Current location - Trademark Inquiry Complete Network - Futures platform - What does it mean to speculate on spot gold? How to solve
What does it mean to speculate on spot gold? How to solve
The so-called short position refers to the situation that the balance of settlement reserve in the investor's margin account is zero or negative, and the margin cannot be met within the specified time, and the position is forced to close. When the market situation changes greatly, if most of the funds in the investor's margin account are occupied by trading margin, and the trading direction is opposite to the market trend, it is easy to explode the position because of the leverage effect of margin trading.

Gold explosion

When there is a short position, investors must make up the deficit in time, otherwise they will face legal recourse. In order to avoid this situation, it is necessary to control positions, manage funds reasonably, and avoid Man Cang operations like stock trading. And track the market in time, and you can't buy it like a stock market.

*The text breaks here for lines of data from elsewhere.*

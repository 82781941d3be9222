package lot

import (
	"fmt"
	"math"
	"math/rand/v2"
	"os"
	"slices"
	"strings"
	"testing"
)

// updateVariable makes TestDipTable write dip.csv anew; it takes a minute or two.
const updateVariable = "UPDATE_DIP_TABLE"

var (
	dipSizes  = []int{10, 12, 15, 20, 25, 30, 40, 50, 70, 100, 150, 200, 300, 500, 1000, 2000, 5000}
	dipLevels = []float64{0.10, 0.05, 0.01, 0.005, 0.001}
)

// uniformDips returns the dips of so many uniform samples of n, sorted.
func uniformDips(n, samples int, seed uint64) []float64 {
	r := rand.New(rand.NewPCG(seed, uint64(n)))
	out := make([]float64, samples)
	x := make([]float64, n)
	for i := range out {
		sum := 0.0
		for j := range x { // sums of exponential gaps are sorted uniform readings
			sum += r.ExpFloat64()
			x[j] = sum
		}
		out[i] = dip(x)
	}
	slices.Sort(out)
	return out
}

// TestDipTable computes some of the critical values anew with other random numbers, and holds the table to them within what so few samples
// scatter.
func TestDipTable(t *testing.T) {
	if os.Getenv(updateVariable) != "" {
		writeDipTable(t)
		return
	}
	table := dips()
	if !slices.Equal(table.n, dipSizes) || !slices.Equal(table.levels, dipLevels) {
		t.Fatalf("the table holds %v at %v", table.n, table.levels)
	}
	for _, n := range []int{10, 20, 50, 200} {
		const samples = 4000
		found := uniformDips(n, samples, 99)
		for k, level := range dipLevels[:4] {
			critical := table.root[slices.Index(dipSizes, n)][k] / math.Sqrt(float64(n))
			at, _ := slices.BinarySearch(found, critical)
			beyond := float64(samples-at) / samples
			if scatter := math.Sqrt(level * (1 - level) / samples); math.Abs(beyond-level) > 4*scatter {
				t.Errorf("n %d: %.4f of uniform samples dip more than %.5f, want %g ± %.4f", n, beyond, critical, level, 4*scatter)
			}
		}
	}
}

func writeDipTable(t *testing.T) {
	const samples = 40_000
	var b strings.Builder
	b.WriteString("n")
	for _, level := range dipLevels {
		fmt.Fprintf(&b, ",%g", level)
	}
	b.WriteString(",source,status\n")
	for _, n := range dipSizes {
		found := uniformDips(n, samples, 1)
		fmt.Fprint(&b, n)
		for _, level := range dipLevels {
			fmt.Fprintf(&b, ",%.5f", found[int(math.Ceil((1-level)*samples))-1])
		}
		fmt.Fprintf(&b, ",%d uniform samples of each size,derived\n", samples)
	}
	if err := os.WriteFile("dip.csv", []byte(b.String()), 0o600); err != nil {
		t.Fatal(err)
	}
}
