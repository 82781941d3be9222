package lot

import (
	"errors"
	"math"

	"gonum.org/v1/gonum/stat/distuv"
)

// Capability holds the lot's spread against its limits. Since the parts come from no process under control these are performance figures,
// Pp and Ppk; the trade often writes Cp and Cpk all the same.
type Capability struct {
	Pp        float64 // (high−low)/(6·SD); NaN with one limit only
	Ppk       float64 // distance from the mean to the nearer limit over 3·SD; negative when the mean is outside
	PpkLow    float64 // what Ppk is at least, one-sided 95 %, by Bissell's approximation (from memory)
	RobustPpk float64 // the same from median and robust sigma: what the lot would be without its stragglers
	Outside   int     // parts measured outside the limits
	Expected  float64 // fraction outside if the lot is normal with this mean and SD
}

// leastCapability is the fewest parts of which a capability is worth printing (house).
const leastCapability = 5

// Capability returns the figures for these limits. It fails with fewer than five parts, with both sides open, with limits in the wrong
// order, and when all readings are equal.
func (r *Readings) Capability(l Limits) (Capability, error) {
	s := r.Summary()
	switch {
	case s.N < leastCapability:
		return Capability{}, errors.New("capability: measure five parts at least")
	case math.IsInf(l.Low, -1) && math.IsInf(l.High, 1):
		return Capability{}, errors.New("capability: there is no limit to hold the lot against")
	case !(l.Low < l.High):
		return Capability{}, errors.New("capability: the low limit must be below the high one")
	case s.SD == 0:
		return Capability{}, errors.New("capability: all parts read the same; a finer digit is needed")
	}
	c := Capability{Pp: (l.High - l.Low) / (6 * s.SD), Ppk: nearer(l, s.Mean, s.SD), RobustPpk: nearer(l, s.Median, s.RobustSigma)}
	if math.IsInf(c.Pp, 1) {
		c.Pp = math.NaN()
	}
	n := float64(s.N)
	c.PpkLow = c.Ppk - distuv.UnitNormal.Quantile(0.95)*math.Sqrt(1/(9*n)+c.Ppk*c.Ppk/(2*(n-1)))
	normal := distuv.Normal{Mu: s.Mean, Sigma: s.SD}
	c.Expected = normal.CDF(l.Low) + normal.Survival(l.High)
	for _, x := range r.sorted {
		if !l.Hold(x) {
			c.Outside++
		}
	}
	return c, nil
}

// nearer returns the distance from the centre to the nearer limit in units of three sigma; +Inf where sigma is 0.
func nearer(l Limits, centre, sigma float64) float64 {
	return math.Min(l.High-centre, centre-l.Low) / (3 * sigma)
}

// Interval is a fraction with the bounds of its confidence interval.
type Interval struct {
	Fraction  float64
	Low, High float64
	Method    string
}

// YieldMethod names the interval of [Yield].
const YieldMethod = "Clopper-Pearson"

// Yield returns the share of good parts so far and where the share of the whole bag lies with this confidence: Clopper and Pearson's exact
// interval, which never covers less than it claims. It holds for parts drawn at random, from a bag much larger than the sample; for a small
// bag it is on the safe side.
func Yield(good, tested int, confidence float64) (Interval, error) {
	if tested < 1 || good < 0 || good > tested {
		return Interval{}, errors.New("yield: the good parts are some of those tested, and one at least is tested")
	}
	if !(confidence > 0 && confidence < 1) {
		return Interval{}, errors.New("yield: the confidence is above 0 and below 1, such as 0.95")
	}
	k, n, tail := float64(good), float64(tested), (1-confidence)/2
	out := Interval{Fraction: k / n, Low: 0, High: 1, Method: YieldMethod}
	if good > 0 {
		out.Low = distuv.Beta{Alpha: k, Beta: n - k + 1}.Quantile(tail)
	}
	if good < tested {
		out.High = distuv.Beta{Alpha: k + 1, Beta: n - k}.Quantile(1 - tail)
	}
	return out, nil
}
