package lot

import (
	"math"
	"math/rand/v2"
	"slices"
	"testing"

	"gonum.org/v1/gonum/mat"
	"gonum.org/v1/gonum/optimize/convex/lp"
)

// dipByProgram computes the dip from its definition: for each place of the hump a linear program finds the curve, convex before and concave
// after it, that misses the points (x_i, i) least. It fails where gonum's simplex method does, on nearly equal readings.
func dipByProgram(x []float64) (float64, error) {
	n := len(x)
	best := math.Inf(1)
	for hump := range n - 1 { // the steepest piece joins hump and hump+1
		var g [][]float64
		var h []float64
		add := func(bound float64, set func(row []float64)) {
			row := make([]float64, n+1)
			set(row)
			g, h = append(g, row), append(h, bound)
		}
		for i := range n {
			add(float64(i), func(row []float64) { row[i], row[n] = 1, -1 })
			add(-float64(i), func(row []float64) { row[i], row[n] = -1, -1 })
		}
		for i := 1; i < n-1; i++ {
			sign := 1.0 // convex: slope before ≤ slope after
			if i > hump {
				sign = -1
			}
			before, after := x[i+1]-x[i], x[i]-x[i-1] // the slopes times both gaps
			before, after = before/(before+after), after/(before+after)
			add(0, func(row []float64) {
				row[i-1], row[i], row[i+1] = -sign*before, sign*(before+after), -sign*after
			})
		}
		c := make([]float64, n+1)
		c[n] = 1
		G := mat.NewDense(len(g), n+1, nil)
		for i, row := range g {
			G.SetRow(i, row)
		}
		cNew, aNew, bNew := lp.Convert(c, G, h, nil, nil)
		e, _, err := lp.Simplex(cNew, aNew, bNew, 1e-10, nil)
		if err != nil {
			return 0, err
		}
		best = math.Min(best, e)
	}
	return (best + 0.5) / float64(n), nil
}

func TestDipIsTheDistanceToTheNearestSingleHump(t *testing.T) {
	r := rand.New(rand.NewPCG(5, 5))
	compared := 0
	for round := range 300 {
		x := make([]float64, 4+r.IntN(9))
		for i := range x {
			x[i] = r.Float64()
			if round%3 == 0 && i%2 == 0 {
				x[i] += 2
			}
			if round%5 == 0 {
				x[i] = x[i] * x[i] * x[i]
			}
		}
		slices.Sort(x)
		want, err := dipByProgram(x)
		if err != nil {
			continue
		}
		compared++
		if got := dip(x); math.Abs(got-want) > 1e-7 {
			t.Errorf("round %d, %d readings: dip %.9f, want %.9f of %v", round, len(x), got, want, x)
		}
	}
	if compared < 270 {
		t.Errorf("only %d of 300 could be computed from the definition", compared)
	}
}
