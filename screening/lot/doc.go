// Package lot looks at the readings of many parts of one lot together: how they are spread, how the lot stands to its limits, which part is
// unlike its fellows although it passes, and what in the readings themselves is suspicious: two populations in one bag, drift while
// measuring, a unit that slipped, rows that were copied.
//
// Everything works on one characteristic at one condition, in the order of measuring; values are in SI units. Only readings of an exact
// value belong here, no "at least" and no "at most". Whatever is found is a reason to measure again or to look again, never a verdict: the
// judge decides, part by part.
//
// Each test is named with its threshold and its chance of a false alarm; the tests of this package show that chance by simulation.
// Distributions are gonum's.
package lot
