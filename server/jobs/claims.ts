import type { SqlEntityManager } from '@mikro-orm/sqlite';
import { Job } from '#server/entities/index.ts';

/** A job this runner holds. The attempt is the proof of holding: whoever takes it over counts one up. */
export interface Claim {
  readonly id: number;
  readonly kind: string;
  readonly payload: Record<string, unknown>;
  readonly attempt: number;
}

const open = { doneAt: null, givenUpAt: null };

/** Takes the job that has been due longest; one whose holder has not been heard of since `staleBefore` counts as free. */
export async function claimJob(em: SqlEntityManager, kinds: readonly string[], now: Date, staleBefore: Date): Promise<Claim | null> {
  const free = { ...open, kind: { $in: [...kinds] }, runAt: { $lte: now }, $or: [{ claimedAt: null }, { claimedAt: { $lt: staleBefore } }] };
  for (;;) {
    const due = await em.findOne(Job, free, { orderBy: { runAt: 'asc', id: 'asc' }, disableIdentityMap: true });
    if (!due) return null;
    const attempt = due.attempts + 1;
    // the row is taken only if nobody else has taken it since it was read
    const taken = await em.nativeUpdate(Job, { id: due.id, attempts: due.attempts, ...open }, { attempts: attempt, claimedAt: now });
    if (taken === 1) return { id: due.id, kind: due.kind, payload: due.payload, attempt };
  }
}

const held = ({ id, attempt }: Claim) => ({ id, attempts: attempt, ...open });

/** Says that the holder is still there. */
export async function keepClaim(em: SqlEntityManager, claim: Claim, now: Date): Promise<void> {
  await em.nativeUpdate(Job, held(claim), { claimedAt: now });
}

/** These three answer whether the job was still ours to settle. */
export async function settleDone(em: SqlEntityManager, claim: Claim, now: Date): Promise<boolean> {
  return (await em.nativeUpdate(Job, held(claim), { doneAt: now, claimedAt: null, failure: null })) === 1;
}
export async function settleLater(em: SqlEntityManager, claim: Claim, runAt: Date, failure: string): Promise<boolean> {
  return (await em.nativeUpdate(Job, held(claim), { runAt, claimedAt: null, failure })) === 1;
}
export async function settleGivenUp(em: SqlEntityManager, claim: Claim, now: Date, failure: string): Promise<boolean> {
  return (await em.nativeUpdate(Job, held(claim), { givenUpAt: now, claimedAt: null, failure })) === 1;
}

/** Whether a job of this kind waits or is being done. */
export async function isQueued(em: SqlEntityManager, kind: string): Promise<boolean> {
  return (await em.count(Job, { kind, ...open })) > 0;
}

Two situations of warehouse explosion

In one case, futures customers still owe money to the futures exchange after closing their positions, that is, the floating profit and loss of the account is ≥ the total amount of funds in the account, that is, the customer's equity is ≤0.

In the second case, because the market changes too fast, the deposit in the investor's account can't maintain the original contract before the deposit is added. This kind of margin "zeroing" caused by forced liquidation due to insufficient margin is commonly known as "short position", and the meaning of "short position" is the same as "short position".

How to prevent it

Do not operate in Man Cang when placing a spot order. You need to keep some supplementary funds in your account. Friends should understand that the risks and benefits of any investment in it are directly proportional.

Be sure to set a stop loss before doing spot trading. Stop loss is an insurance to ensure loss. Usually the market is dull and there is nothing. It is a pity to stop loss, but once the market breaks out, there is no way to do it in reverse, and it is too late to regret it.

Spot trading can be done 22 hours a day, so don't rush to place an order. Look at the trend of the market and keep a steady mind. As long as the trend is right, even if there are some ups and downs in the middle, the market will follow the trend and finally be profitable.

To make spot investment, you need to maintain a good mentality, and mentality determines winning or losing. Adjust your mentality and remember not to be impetuous.

After the transaction is profitable, if it is not profitable, it can be profitable to close the position. A deal that cannot be greedy will be accepted when it is good.